First page in Jessica’s creative Escape Room Challenge.

In the beginning of February, Team Care Force collaborated on a service event with the City Year HQ Development Team. We showcased four kinds of virtual service projects for potential corporate partners to share with their companies in order for us all to continue to serve during the pandemic.

To prepare for this event, Care Force members were separated into teams to present different service options that we have done during past virtual events. I was part of a team with a completely new service project for Care Force: virtual escape rooms. Virtual escape rooms are online activities that children and adults use to solve puzzles, break codes and unlock rooms. The virtual escape room idea intrigued me because it would be a completely new service concept for Care Force. The idea was that volunteers would work together to come up with sets of challenges that could be woven together with a story to create the completed virtual escape room. By adding the escape room project to our virtual service repertoire, Care Force can engage volunteers across the globe in a zero-touch, completely virtual event.

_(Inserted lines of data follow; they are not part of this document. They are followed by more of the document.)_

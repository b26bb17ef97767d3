/**
 * Photos for print: each photo's print copy, stored beside it at upload (server/services/photos.ts
 * PRINT_SIZE: the largest box a report prints a photo in, at PRINT_DPI = 150 dpi), read from the
 * photo store and embedded as it is: no decoding, no resizing. A stored photo is up to 4096 px on
 * its long side; embedded as it is, a 500-photo report would be a few hundred MB, and downsizing
 * each costs about 40 ms of CPU.
 *
 * A photo stored before print copies were made (no print key) is read in full and downsized once
 * to the print size; the copy is printed and handed to the prefetch's `keep` (services/printCopies.ts),
 * which stores it and records it, so the next report reads the copy.
 *
 * Photos are fetched a few ahead of the page being written (`PhotoPrefetch`), so reading the
 * store overlaps with drawing, and no more than `ahead` are held at once.
 */
import sharp from 'sharp';
import { makePrintCopy, pixelsFor, PRINT_DPI } from '../services/photos';
import type { KeepPrintCopy } from '../services/printCopies';
import type { ObjectStore } from '../storage';

export { pixelsFor, PRINT_DPI };
/** sharp refuses anything larger; stored photos are already at most 4096 px on a side. */
const INPUT_PIXEL_LIMIT = 40_000_000;

export interface PrintPhoto {
  jpeg: Buffer;
  width: number;
  height: number;
}

async function readAll(store: ObjectStore, key: string): Promise<Buffer | null> {
  const obj = await store.get(key);
  if (!obj) return null;
  const chunks: Buffer[] = [];
  for await (const chunk of obj.body) chunks.push(chunk as Buffer);
  return Buffer.concat(chunks);
}

/**
 * Width and height of a baseline or progressive JPEG from its frame header (SOFn), without
 * decoding it (ITU-T T.81, B.2.2: after the marker and the segment length, one byte of sample
 * precision, then the height and the width, two bytes each). Null when there is no frame header.
 */
export function jpegSize(bytes: Buffer): { width: number; height: number } | null {
  if (bytes.length < 4 || bytes[0] !== 0xff || bytes[1] !== 0xd8) return null;
  let i = 2;
  while (i + 9 < bytes.length) {
    if (bytes[i] !== 0xff) return null;
    const marker = bytes[i + 1]!;
    if (marker === 0xff) {
      i += 1; // fill byte
      continue;
    }
    const length = bytes.readUInt16BE(i + 2);
    // SOF0–SOF15, except DHT (C4), JPG (C8) and DAC (CC), which share the range.
    if (marker >= 0xc0 && marker <= 0xcf && marker !== 0xc4 && marker !== 0xc8 && marker !== 0xcc) {
      return { height: bytes.readUInt16BE(i + 5), width: bytes.readUInt16BE(i + 7) };
    }
    i += 2 + length;
  }
  return null;
}

/**
 * The photo under `key`, fitted inside a box of `boxPt` points at PRINT_DPI; null when the
 * store has no such object or it cannot be read (the report says "photo not available").
 */
export async function printPhoto(store: ObjectStore, key: string, boxPt: { width: number; height: number }): Promise<PrintPhoto | null> {
  if (!key) return null;
  const bytes = await readAll(store, key).catch(() => null);
  if (!bytes) return null;
  try {
    const { data, info } = await sharp(bytes, { limitInputPixels: INPUT_PIXEL_LIMIT, failOn: 'error' })
      .rotate()
      .resize({ width: pixelsFor(boxPt.width), height: pixelsFor(boxPt.height), fit: 'inside', withoutEnlargement: true })
      .jpeg({ quality: 72 })
      .toBuffer({ resolveWithObject: true });
    return { jpeg: data, width: info.width, height: info.height };
  } catch {
    return null;
  }
}

/** A stored print copy, embedded as it is; null when it is missing or not a JPEG. */
async function storedPrintCopy(store: ObjectStore, printKey: string): Promise<PrintPhoto | null> {
  const bytes = await readAll(store, printKey).catch(() => null);
  const size = bytes ? jpegSize(bytes) : null;
  return bytes && size ? { jpeg: bytes, ...size } : null;
}

/**
 * A photo of a request: its print copy when it has one; otherwise the photo read in full and
 * downsized, once, to the print size, and the copy handed to `keep` (the next report reads it).
 * A request without a photo id (the crew list's thumbnails) is fitted to its own box as before.
 */
async function requestedPhoto(store: ObjectStore, r: PhotoRequest, keep: KeepPrintCopy | undefined): Promise<PrintPhoto | null> {
  if (r.printKey) {
    const copy = await storedPrintCopy(store, r.printKey);
    if (copy) return copy;
    // The copy is named but missing (a restore from a backup taken mid-write): print from the photo.
  }
  if (!r.photoId) return printPhoto(store, r.key, r.box);
  const bytes = await readAll(store, r.key).catch(() => null);
  if (!bytes) return null;
  let jpeg: Buffer;
  try {
    jpeg = await makePrintCopy(bytes);
  } catch {
    return null;
  }
  const size = jpegSize(jpeg);
  if (!size) return null;
  if (!r.printKey && keep) await keep({ photoId: r.photoId, sourceKey: r.key }, jpeg);
  return { jpeg, ...size };
}

export interface PhotoRequest {
  /** The photo's key (its marked copy when it has marks); '' for "no photo" (taken at once as null, never read). */
  key: string;
  box: { width: number; height: number };
  /** The photo's id, when `key` is a photo that has (or should get) a print copy. */
  photoId?: string | null;
  /** Its print copy (of the marked copy when it has marks); null when none was made yet. */
  printKey?: string | null;
}

/**
 * Photos asked for in the order they will be drawn; `take(i)` resolves the i-th while the next
 * `ahead` photos are already being read (and, for a photo without a print copy, downsized: sharp
 * runs on libuv's thread pool, so several at once use the cores while the page is laid out). Requests may be added as later rows
 * arrive, so the window runs on across batches. Each is released once taken; at most `ahead` + 1
 * are held.
 */
export class PhotoPrefetch {
  private readonly requests: PhotoRequest[] = [];
  private readonly pending = new Map<number, Promise<PrintPhoto | null>>();
  private next = 0;
  private held = 0;
  constructor(
    private readonly store: ObjectStore,
    requests: readonly PhotoRequest[] = [],
    private readonly ahead = 8,
    /** Keeps a print copy made for a photo that had none (services/printCopies.ts printCopyKeeper). */
    private readonly keep?: KeepPrintCopy,
  ) {
    this.add(requests);
  }

  /** Appends requests; returns the index of the first (what `take` is called with). */
  add(requests: readonly PhotoRequest[]): number {
    const first = this.requests.length;
    this.requests.push(...requests);
    return first;
  }

  private fill(upTo: number): void {
    while (this.next < this.requests.length && (this.next <= upTo || this.held < this.ahead)) {
      const r = this.requests[this.next]!;
      if (r.key) {
        const photo = requestedPhoto(this.store, r, this.keep);
        this.pending.set(this.next, photo);
        this.held += 1;
      }
      this.next += 1;
    }
  }

  async take(i: number): Promise<PrintPhoto | null> {
    this.fill(i);
    const p = this.pending.get(i);
    if (!p) return null;
    this.pending.delete(i);
    this.held -= 1;
    this.fill(i);
    return p;
  }
}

To get started, Care Force sent a poll to our partner school, John Welsh Elementary School in Philadelphia. The fourth and fifth grade students directly voted for the escape room themes that interested them most. Some of the most popular themes were art, music, animals and the online game Among Us. Next, I needed to familiarize myself with escape rooms. I used a few resources to find different escape rooms and I played through them. Initially, I felt overwhelmed. The creators put so much thought and effort into their stories, and the challenges of their rooms seemed to flow seamlessly together. Through my research, I learned that half the fun of an escape room is playing all the way through the story, so to get in the mindset of presenting the materials to volunteers, I needed to make an escape room myself.

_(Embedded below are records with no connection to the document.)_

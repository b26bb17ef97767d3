/**
 * CSV exports (docs/api-exports.md). GET only: a plain link downloads them with the session cookie.
 * GET /jobs/:jobId/findings.csv?<the findings list's query>   every role; subcontractor: own company's rows
 * GET /jobs/:jobId/scorecards.csv                              GC manager, inspector
 * (GET /jobs/:jobId/units.csv lives with the units routes: server/routes/units.ts.)
 *
 * Each is rate limited per user (csvSafe.ts exportLimiter), answers `Cache-Control: no-store`,
 * a server-made file name, UTF-8 with a byte-order mark, and cells made safe by csvSafe.ts.
 */
import { Router } from 'express';
import { noExportQuerySchema } from '../../shared/schemas/exports';
import { findingListQuerySchema, type FindingListQueryParsed } from '../../shared/schemas/findings';
import { jobParamsSchema } from '../../shared/schemas/setup';
import { TRADES } from '../../shared/words';
import { valid, validate } from '../middleware/validate';
import { policy } from '../policies';
import { loadScorecards } from '../services/board';
import { findingsCsvQuery } from '../services/csvFindings';
import { csvFileName, exportLimiter } from '../services/csvSafe';
import { sendRecordsAsCsv, streamQueryAsCsv } from '../services/csvStream';
import { findingFiltersOf } from '../services/findingQueries';
import { sequelizeOf } from '../services/records';

export interface ExportsRouterOptions {
  /** Links in the files are built on this origin (env.publicOrigin), never on the request's Host header. */
  publicOrigin: string;
  log?: (message: string, err?: unknown) => void;
}

export function exportsRouter(options: ExportsRouterOptions): Router {
  const router = Router();
  const log = options.log ?? ((m: string, e?: unknown) => console.error(m, e));

  router.get(
    '/jobs/:jobId/findings.csv',
    policy.jobMember(),
    exportLimiter(),
    validate({ params: jobParamsSchema, query: findingListQuerySchema }),
    async (req, res) => {
      const q = valid<FindingListQueryParsed>(req.valid.query);
      const { job } = req.membership!;
      const query = findingsCsvQuery(
        { jobId: job.id, unitSystem: job.unitSystem, origin: options.publicOrigin },
        req.scope!,
        findingFiltersOf(q),
        q.sort ?? '-number',
        csvFileName('findings', job.name),
      );
      const outcome = await streamQueryAsCsv(sequelizeOf(req), res, query);
      if (outcome.error) log(`findings.csv for job ${job.id} stopped after ${outcome.rows} rows`, outcome.error);
    },
  );

  router.get(
    '/jobs/:jobId/scorecards.csv',
    policy.jobMember(['gc_manager', 'inspector']),
    exportLimiter(),
    validate({ params: jobParamsSchema, query: noExportQuerySchema }),
    async (req, res) => {
      const { job } = req.membership!;
      const { companies } = await loadScorecards(sequelizeOf(req), req.scope!);
      await sendRecordsAsCsv(res, csvFileName('scorecards', job.name), [
        [...SCORECARDS_CSV_HEADER],
        ...companies.map((c) => [
          c.name,
          (c.trades ?? (c.trade ? [c.trade] : [])).map((t) => TRADE_LABELS.get(t) ?? t).join(', '),
          c.open,
          c.overdue,
          c.fixesWaiting,
          c.accepted,
          c.acceptedFirstPass,
          // A fraction (0.75 = 75 %), four decimals; empty when nothing was accepted yet.
          c.firstPassRate === null ? null : Math.round(c.firstPassRate * 10_000) / 10_000,
          c.medianDaysToAccept,
          c.returns,
        ]),
      ]);
    },
  );

  return router;
}

const TRADE_LABELS = new Map<string, string>(TRADES.map((t) => [t.key, t.label]));

export const SCORECARDS_CSV_HEADER = [
  'Company',
  'Trades',
  'Open',
  'Overdue',
  'Fixes waiting',
  'Accepted',
  'Accepted first pass',
  'First-pass rate',
  'Median days to accept',
  'Returns',
] as const;
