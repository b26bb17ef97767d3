import { useLocalSearchParams } from 'expo-router';
import { ConfirmEmailScreen } from '../../../components/auth/ConfirmEmailScreen';
import { useSessionQuery } from '../../../components/queries/session';
import { ErrorState, LoadingState } from '../../../components/ui/States';

export default function ConfirmEmailRoute() {
  const { token } = useLocalSearchParams<{ token: string }>();
  // The session query also fetches the CSRF token the write needs; a signed-in user may use the link too.
  const session = useSessionQuery();
  if (session.isPending) return <LoadingState />;
  if (session.isError) return <ErrorState message={session.error.message} onRetry={() => session.refetch()} />;
  return <ConfirmEmailScreen token={String(token ?? '')} />;
}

I used online websites and resources to create a foundation of understanding to build upon. We decided to utilize Google Forms to create our escape rooms because the platform was easy to edit and it would be simple to send the school, so I started my practice there. Once getting in the right headspace, it was fun to add challenges to the escape room that fit with the theme I chose. I decided to theme my room around one of the most famous art museums, The Louvre, in Paris. While creating challenges, I had fun learning more about The Louvre and some of the art that makes the museum so special. I dedicated more than an hour and a half to researching, brainstorming and creating my escape room that first day, and it was nowhere near complete. I learned that escape rooms need a lot of fine tuning in order function properly. It was fun to create, but I had to make sure that it was user-friendly and had all the necessary steps to guide players through the story. This meant that many text edits were needed for the story to make sense, and various extra sections were added in case players picked wrong answers and needed a prompt to get to the right answer. I scrolled and scrolled through Google Images in order to find the perfect pictures to fit my theme. Fine tuning takes time and patience in order to prepare for players, but I had fun working out the kinks and creating something that other people would enjoy.

A question in Jessica’s Louvre escape room challenge.

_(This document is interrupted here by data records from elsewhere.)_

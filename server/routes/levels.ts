/**
 * Levels of a job: ordered floors with a dense 1-based position.
 * GET    /jobs/:jobId/levels                  all roles
 * POST   /jobs/:jobId/levels                  GC manager (Idempotency-Key); appended last
 * POST   /jobs/:jobId/levels/order            GC manager; { levelIds: every id, new order }
 * POST   /jobs/:jobId/levels/bulk             GC manager (Idempotency-Key); { names } pasted one per line, appended last; all or none
 * PATCH  /jobs/:jobId/levels/:levelId         GC manager (If-Match); rename
 * DELETE /jobs/:jobId/levels/:levelId         GC manager (If-Match); 409 while spaces or units are on it
 * Reads and writes: server/services/levels.ts.
 */
import { Router } from 'express';
import type { z } from 'zod';
import { bulkLevelsSchema, createLevelSchema, levelListQuerySchema, levelParamsSchema, reorderLevelsSchema, updateLevelSchema } from '../../shared/schemas/setup';
import { valid, validate } from '../middleware/validate';
import { policy } from '../policies';
import { presentLevel } from '../presenters/level';
import { idempotentWrite } from '../services/idempotency';
import { createLevel, createLevels, deleteLevel, levelDto, listLevels, renameLevel, reorderLevels } from '../services/levels';
import { pageRequest } from '../services/paging';
import { inTransaction, setupWrite } from '../services/records';
import { setEtag } from '../services/versioning';

export function levelsRouter(): Router {
  const router = Router();

  router.get('/jobs/:jobId/levels', policy.jobMember(), validate({ query: levelListQuerySchema }), async (req, res) => {
    const page = pageRequest(req, { sort: 'position', value: 'int' });
    res.json(await listLevels(req.membership!.job.id, page));
  });

  router.post('/jobs/:jobId/levels', policy.jobMember(['gc_manager']), validate({ body: createLevelSchema }), async (req, res) => {
    const body = valid<z.infer<typeof createLevelSchema>>(req.valid.body);
    await idempotentWrite(req, res, async (transaction) => {
      const level = await createLevel(setupWrite(req, transaction), body);
      setEtag(res, level.version);
      return { status: 201, body: presentLevel(level) };
    });
  });

  router.post('/jobs/:jobId/levels/bulk', policy.jobMember(['gc_manager']), validate({ body: bulkLevelsSchema }), async (req, res) => {
    const { names } = valid<z.infer<typeof bulkLevelsSchema>>(req.valid.body);
    await idempotentWrite(req, res, async (transaction) => {
      const levels = await createLevels(setupWrite(req, transaction), names);
      return { status: 201, body: { items: levels.map((l) => presentLevel(l)) } };
    });
  });

  router.post('/jobs/:jobId/levels/order', policy.jobMember(['gc_manager']), validate({ body: reorderLevelsSchema }), async (req, res) => {
    const { levelIds } = valid<z.infer<typeof reorderLevelsSchema>>(req.valid.body);
    await idempotentWrite(req, res, async (transaction) => {
      const items = await reorderLevels(setupWrite(req, transaction), levelIds);
      return { status: 200, body: { items, nextCursor: null } };
    });
  });

  router.patch(
    '/jobs/:jobId/levels/:levelId',
    policy.jobMember(['gc_manager']),
    validate({ params: levelParamsSchema, body: updateLevelSchema }),
    async (req, res) => {
      const { levelId } = valid<z.infer<typeof levelParamsSchema>>(req.valid.params);
      const body = valid<z.infer<typeof updateLevelSchema>>(req.valid.body);
      const level = await inTransaction(req, (transaction) => renameLevel(setupWrite(req, transaction), levelId, body));
      setEtag(res, level.version);
      res.json(await levelDto(level));
    },
  );

  router.delete('/jobs/:jobId/levels/:levelId', policy.jobMember(['gc_manager']), validate({ params: levelParamsSchema }), async (req, res) => {
    const { levelId } = valid<z.infer<typeof levelParamsSchema>>(req.valid.params);
    await inTransaction(req, (transaction) => deleteLevel(setupWrite(req, transaction), levelId));
    res.status(204).end();
  });

  return router;
}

For the event itself, my escape room partner Eric and I used The Louvre escape room I created as an example to help volunteers familiarize themselves with the layout, challenges, questions and format of escape rooms. I realized that it was necessary for Eric and I to have first-hand experience creating an escape room so that we could properly answer questions from volunteers and provide them an example. The volunteers were able to use the interests provided by students at John Welsh Elementary School to start working on a great escape room idea about zoo animals.

In the end, I was happy with my final product. I was proud to share what I made with the escape room team, Team Care Force and our event partners. I marveled how much creativity and thought I put into each challenge. I was interested in what I made, and I am glad to be donating it to a City Year partner school in Philadelphia where students will get to use our virtual escape rooms during their afterschool programs to learn more about topics they are interested in. I encourage everyone to test their online skills by making an escape room for themselves and to share it with others.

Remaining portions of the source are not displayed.